--- SOURCE DATA ---

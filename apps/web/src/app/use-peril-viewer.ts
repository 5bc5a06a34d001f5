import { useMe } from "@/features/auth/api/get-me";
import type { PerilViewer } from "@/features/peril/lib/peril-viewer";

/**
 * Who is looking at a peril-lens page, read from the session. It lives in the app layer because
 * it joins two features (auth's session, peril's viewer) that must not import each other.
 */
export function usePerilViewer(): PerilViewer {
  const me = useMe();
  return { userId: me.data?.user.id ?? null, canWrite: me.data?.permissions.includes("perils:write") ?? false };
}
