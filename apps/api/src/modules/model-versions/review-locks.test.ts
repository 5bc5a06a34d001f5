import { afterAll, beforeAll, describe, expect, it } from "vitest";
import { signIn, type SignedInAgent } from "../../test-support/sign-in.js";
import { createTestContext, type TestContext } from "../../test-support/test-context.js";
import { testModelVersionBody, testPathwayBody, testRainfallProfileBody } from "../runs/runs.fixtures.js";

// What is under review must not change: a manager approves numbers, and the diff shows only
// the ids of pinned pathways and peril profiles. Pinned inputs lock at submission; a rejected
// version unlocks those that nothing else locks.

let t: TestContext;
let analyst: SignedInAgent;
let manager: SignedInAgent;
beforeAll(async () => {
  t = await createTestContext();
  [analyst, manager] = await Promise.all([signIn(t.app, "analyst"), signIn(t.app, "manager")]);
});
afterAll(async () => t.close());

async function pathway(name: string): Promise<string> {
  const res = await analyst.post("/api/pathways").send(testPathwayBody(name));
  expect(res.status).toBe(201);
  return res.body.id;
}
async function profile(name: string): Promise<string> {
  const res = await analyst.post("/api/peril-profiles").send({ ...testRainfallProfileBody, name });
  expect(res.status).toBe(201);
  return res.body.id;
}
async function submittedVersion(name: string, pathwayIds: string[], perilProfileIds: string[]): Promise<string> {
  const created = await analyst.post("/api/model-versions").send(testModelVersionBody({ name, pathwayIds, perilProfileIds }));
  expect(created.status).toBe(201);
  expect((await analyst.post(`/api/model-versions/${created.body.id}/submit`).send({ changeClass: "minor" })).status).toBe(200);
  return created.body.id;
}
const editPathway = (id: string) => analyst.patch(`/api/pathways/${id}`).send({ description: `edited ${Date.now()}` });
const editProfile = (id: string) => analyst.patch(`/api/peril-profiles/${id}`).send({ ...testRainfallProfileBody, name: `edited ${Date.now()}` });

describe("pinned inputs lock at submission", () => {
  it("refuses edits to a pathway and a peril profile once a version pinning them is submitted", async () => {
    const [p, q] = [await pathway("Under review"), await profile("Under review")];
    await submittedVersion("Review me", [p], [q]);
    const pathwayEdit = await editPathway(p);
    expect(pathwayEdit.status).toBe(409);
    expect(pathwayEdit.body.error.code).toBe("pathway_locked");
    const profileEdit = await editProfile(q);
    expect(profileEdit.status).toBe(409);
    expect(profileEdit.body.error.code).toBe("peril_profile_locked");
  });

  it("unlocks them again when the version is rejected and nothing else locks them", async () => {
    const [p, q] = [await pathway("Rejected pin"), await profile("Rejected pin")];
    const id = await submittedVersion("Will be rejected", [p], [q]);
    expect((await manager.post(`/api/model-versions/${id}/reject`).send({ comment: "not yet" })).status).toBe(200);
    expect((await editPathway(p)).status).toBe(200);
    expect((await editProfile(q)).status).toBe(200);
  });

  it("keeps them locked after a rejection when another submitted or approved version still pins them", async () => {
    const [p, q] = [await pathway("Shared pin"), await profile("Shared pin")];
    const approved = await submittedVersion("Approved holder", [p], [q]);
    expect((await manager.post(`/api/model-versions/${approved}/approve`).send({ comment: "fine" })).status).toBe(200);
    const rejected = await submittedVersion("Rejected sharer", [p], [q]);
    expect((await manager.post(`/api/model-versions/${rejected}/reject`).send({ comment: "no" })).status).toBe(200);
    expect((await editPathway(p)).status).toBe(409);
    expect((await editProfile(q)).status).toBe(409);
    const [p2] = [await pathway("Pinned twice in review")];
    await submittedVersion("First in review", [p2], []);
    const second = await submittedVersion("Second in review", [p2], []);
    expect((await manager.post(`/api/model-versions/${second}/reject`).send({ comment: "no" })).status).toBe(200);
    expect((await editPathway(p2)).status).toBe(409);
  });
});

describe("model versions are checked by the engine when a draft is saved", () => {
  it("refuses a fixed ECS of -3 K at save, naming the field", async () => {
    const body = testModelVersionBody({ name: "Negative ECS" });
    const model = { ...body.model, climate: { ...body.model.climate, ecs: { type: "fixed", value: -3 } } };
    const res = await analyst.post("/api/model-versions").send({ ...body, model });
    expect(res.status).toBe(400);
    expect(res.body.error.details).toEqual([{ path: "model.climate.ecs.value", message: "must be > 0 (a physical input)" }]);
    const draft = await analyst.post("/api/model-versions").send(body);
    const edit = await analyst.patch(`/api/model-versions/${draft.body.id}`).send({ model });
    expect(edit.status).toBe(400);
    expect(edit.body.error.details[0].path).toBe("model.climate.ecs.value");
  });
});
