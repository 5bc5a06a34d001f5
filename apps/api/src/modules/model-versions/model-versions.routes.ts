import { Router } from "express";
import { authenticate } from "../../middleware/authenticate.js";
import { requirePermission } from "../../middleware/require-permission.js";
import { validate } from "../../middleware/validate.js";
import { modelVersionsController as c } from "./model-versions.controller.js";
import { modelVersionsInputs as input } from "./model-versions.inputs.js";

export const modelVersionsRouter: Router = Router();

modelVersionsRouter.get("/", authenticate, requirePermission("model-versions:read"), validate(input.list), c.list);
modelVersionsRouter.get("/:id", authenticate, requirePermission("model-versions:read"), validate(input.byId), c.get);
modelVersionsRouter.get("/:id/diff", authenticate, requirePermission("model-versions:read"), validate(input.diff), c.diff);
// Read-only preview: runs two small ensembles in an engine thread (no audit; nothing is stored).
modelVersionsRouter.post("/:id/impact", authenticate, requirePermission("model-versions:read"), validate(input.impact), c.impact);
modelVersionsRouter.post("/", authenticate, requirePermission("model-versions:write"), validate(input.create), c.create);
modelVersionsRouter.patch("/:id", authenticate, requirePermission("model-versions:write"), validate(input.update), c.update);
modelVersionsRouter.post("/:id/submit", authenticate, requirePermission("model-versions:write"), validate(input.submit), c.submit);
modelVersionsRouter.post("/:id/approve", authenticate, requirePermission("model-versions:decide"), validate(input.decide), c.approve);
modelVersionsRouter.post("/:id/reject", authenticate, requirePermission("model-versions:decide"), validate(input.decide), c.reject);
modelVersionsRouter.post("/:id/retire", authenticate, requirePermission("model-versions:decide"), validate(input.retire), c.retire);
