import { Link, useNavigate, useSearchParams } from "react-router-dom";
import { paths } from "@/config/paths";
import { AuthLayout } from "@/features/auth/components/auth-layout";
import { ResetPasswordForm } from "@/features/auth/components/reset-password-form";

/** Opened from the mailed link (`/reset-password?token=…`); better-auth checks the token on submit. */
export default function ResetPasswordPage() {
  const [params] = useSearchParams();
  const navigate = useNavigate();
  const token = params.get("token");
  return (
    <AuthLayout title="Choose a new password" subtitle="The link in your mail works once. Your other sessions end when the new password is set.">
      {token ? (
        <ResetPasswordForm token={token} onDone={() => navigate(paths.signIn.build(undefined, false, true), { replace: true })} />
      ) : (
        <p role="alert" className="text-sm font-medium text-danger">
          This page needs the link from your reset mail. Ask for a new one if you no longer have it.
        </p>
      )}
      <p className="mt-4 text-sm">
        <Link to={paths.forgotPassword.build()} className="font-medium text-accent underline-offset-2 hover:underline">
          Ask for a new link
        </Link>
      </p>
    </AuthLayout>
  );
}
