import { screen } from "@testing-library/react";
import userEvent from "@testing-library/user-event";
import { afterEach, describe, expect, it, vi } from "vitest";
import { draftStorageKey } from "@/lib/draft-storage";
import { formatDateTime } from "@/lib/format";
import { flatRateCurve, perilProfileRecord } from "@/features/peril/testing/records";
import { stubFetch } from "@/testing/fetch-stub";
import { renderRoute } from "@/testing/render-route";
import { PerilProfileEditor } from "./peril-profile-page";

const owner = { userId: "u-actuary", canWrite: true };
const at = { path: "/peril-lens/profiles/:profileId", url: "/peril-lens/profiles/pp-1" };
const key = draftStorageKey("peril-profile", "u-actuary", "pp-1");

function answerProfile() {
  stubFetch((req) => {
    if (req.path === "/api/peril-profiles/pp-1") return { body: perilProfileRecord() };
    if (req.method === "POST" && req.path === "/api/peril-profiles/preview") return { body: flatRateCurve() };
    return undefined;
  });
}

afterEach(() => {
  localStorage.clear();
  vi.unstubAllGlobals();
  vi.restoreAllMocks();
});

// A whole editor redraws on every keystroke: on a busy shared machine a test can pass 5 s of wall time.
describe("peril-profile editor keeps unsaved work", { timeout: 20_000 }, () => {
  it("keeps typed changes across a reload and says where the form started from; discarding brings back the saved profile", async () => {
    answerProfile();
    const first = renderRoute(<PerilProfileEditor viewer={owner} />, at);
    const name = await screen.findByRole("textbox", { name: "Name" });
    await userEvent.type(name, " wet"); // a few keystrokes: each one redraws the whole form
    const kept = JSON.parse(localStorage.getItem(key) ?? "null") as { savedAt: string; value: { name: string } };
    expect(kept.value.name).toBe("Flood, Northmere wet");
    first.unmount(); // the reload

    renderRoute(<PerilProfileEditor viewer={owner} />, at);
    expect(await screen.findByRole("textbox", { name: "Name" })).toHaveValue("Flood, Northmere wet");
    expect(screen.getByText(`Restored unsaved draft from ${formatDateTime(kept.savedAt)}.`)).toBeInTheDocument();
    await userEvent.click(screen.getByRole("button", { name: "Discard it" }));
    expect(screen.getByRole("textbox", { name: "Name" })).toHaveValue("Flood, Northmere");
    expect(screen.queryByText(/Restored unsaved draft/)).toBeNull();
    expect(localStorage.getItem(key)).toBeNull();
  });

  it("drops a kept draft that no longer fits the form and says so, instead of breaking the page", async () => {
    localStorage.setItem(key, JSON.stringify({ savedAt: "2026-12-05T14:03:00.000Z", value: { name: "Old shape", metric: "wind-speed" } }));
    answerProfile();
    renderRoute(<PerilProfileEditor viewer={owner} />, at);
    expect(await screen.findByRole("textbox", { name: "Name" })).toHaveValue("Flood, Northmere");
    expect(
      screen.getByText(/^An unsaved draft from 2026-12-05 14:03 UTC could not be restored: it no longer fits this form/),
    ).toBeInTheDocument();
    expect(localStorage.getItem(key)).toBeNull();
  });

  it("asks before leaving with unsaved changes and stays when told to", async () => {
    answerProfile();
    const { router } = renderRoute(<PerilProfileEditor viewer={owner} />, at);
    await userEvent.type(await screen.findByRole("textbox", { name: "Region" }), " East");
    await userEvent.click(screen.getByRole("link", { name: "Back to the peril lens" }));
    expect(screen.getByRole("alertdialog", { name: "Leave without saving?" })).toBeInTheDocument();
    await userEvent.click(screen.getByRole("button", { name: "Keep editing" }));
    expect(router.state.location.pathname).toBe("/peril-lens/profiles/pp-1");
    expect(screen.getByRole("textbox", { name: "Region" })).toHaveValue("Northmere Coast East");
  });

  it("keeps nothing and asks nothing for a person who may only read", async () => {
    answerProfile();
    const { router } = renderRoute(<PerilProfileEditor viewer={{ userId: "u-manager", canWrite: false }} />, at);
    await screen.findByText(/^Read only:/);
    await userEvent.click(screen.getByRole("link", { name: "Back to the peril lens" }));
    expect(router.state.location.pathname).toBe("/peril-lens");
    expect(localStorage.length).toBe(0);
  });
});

---
--- SOURCE DATA ---

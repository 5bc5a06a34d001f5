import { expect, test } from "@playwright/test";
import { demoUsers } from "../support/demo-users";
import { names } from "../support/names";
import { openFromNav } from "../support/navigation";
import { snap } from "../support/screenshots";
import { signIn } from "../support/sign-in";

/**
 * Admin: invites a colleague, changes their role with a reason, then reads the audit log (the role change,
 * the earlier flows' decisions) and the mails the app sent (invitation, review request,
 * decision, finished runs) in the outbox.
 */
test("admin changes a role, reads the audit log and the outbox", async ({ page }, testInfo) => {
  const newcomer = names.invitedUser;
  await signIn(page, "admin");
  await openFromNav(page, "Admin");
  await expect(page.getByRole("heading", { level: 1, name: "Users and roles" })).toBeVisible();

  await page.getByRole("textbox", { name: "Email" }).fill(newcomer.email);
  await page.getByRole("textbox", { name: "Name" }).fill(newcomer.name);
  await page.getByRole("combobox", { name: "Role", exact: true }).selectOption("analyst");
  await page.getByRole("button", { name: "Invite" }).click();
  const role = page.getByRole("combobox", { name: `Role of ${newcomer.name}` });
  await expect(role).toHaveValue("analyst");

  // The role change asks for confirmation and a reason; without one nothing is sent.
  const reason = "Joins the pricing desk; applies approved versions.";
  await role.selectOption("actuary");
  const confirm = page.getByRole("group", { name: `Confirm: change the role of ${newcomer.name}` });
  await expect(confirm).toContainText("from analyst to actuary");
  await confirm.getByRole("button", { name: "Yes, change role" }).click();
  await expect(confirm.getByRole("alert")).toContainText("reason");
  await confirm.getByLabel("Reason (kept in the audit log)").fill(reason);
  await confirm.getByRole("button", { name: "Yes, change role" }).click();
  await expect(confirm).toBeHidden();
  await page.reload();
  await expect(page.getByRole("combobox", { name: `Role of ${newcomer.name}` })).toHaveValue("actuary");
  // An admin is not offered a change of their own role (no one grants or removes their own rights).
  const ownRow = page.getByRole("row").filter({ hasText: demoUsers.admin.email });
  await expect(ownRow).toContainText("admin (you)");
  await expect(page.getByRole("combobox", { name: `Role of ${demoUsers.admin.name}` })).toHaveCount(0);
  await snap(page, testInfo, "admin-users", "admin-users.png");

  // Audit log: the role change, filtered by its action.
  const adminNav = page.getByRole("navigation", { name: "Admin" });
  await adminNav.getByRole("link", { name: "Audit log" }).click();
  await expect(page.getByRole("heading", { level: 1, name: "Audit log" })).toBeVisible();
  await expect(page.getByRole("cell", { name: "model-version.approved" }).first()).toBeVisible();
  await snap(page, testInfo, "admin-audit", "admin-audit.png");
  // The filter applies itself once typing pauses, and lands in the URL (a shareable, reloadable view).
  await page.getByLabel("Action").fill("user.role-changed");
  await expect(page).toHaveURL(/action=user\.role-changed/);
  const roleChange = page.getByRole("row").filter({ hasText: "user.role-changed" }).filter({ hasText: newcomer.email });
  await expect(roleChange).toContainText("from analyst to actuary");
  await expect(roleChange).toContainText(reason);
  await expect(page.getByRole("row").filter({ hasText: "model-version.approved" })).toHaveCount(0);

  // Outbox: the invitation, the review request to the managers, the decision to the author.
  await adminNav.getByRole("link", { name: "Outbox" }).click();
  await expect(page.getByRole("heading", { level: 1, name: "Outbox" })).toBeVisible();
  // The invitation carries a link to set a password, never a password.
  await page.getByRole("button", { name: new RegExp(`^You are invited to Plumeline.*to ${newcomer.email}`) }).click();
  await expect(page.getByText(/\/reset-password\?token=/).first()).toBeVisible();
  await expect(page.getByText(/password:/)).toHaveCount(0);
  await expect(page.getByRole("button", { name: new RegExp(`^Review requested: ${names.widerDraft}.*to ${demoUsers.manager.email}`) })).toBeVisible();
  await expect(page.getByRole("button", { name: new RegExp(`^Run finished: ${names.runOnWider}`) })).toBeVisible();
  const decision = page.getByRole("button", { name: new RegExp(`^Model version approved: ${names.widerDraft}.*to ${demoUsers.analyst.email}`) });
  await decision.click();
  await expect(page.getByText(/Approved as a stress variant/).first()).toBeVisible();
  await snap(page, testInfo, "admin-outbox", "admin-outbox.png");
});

---

# [YOUR OBJECTIVE]
Of the entries above, repeat exactly the lines between the line with "expect((await editProfile(q)).status).toBe(200);" and the line with "const rejected = await", inclusive, and no others.

# [TASK SOLUTION]
    expect((await editProfile(q)).status).toBe(200);
  });

  it("keeps them locked after a rejection when another submitted or approved version still pins them", async () => {
    const [p, q] = [await pathway("Shared pin"), await profile("Shared pin")];
    const approved = await submittedVersion("Approved holder", [p], [q]);
    expect((await manager.post(`/api/model-versions/${approved}/approve`).send({ comment: "fine" })).status).toBe(200);
    const rejected = await submittedVersion("Rejected sharer", [p], [q]);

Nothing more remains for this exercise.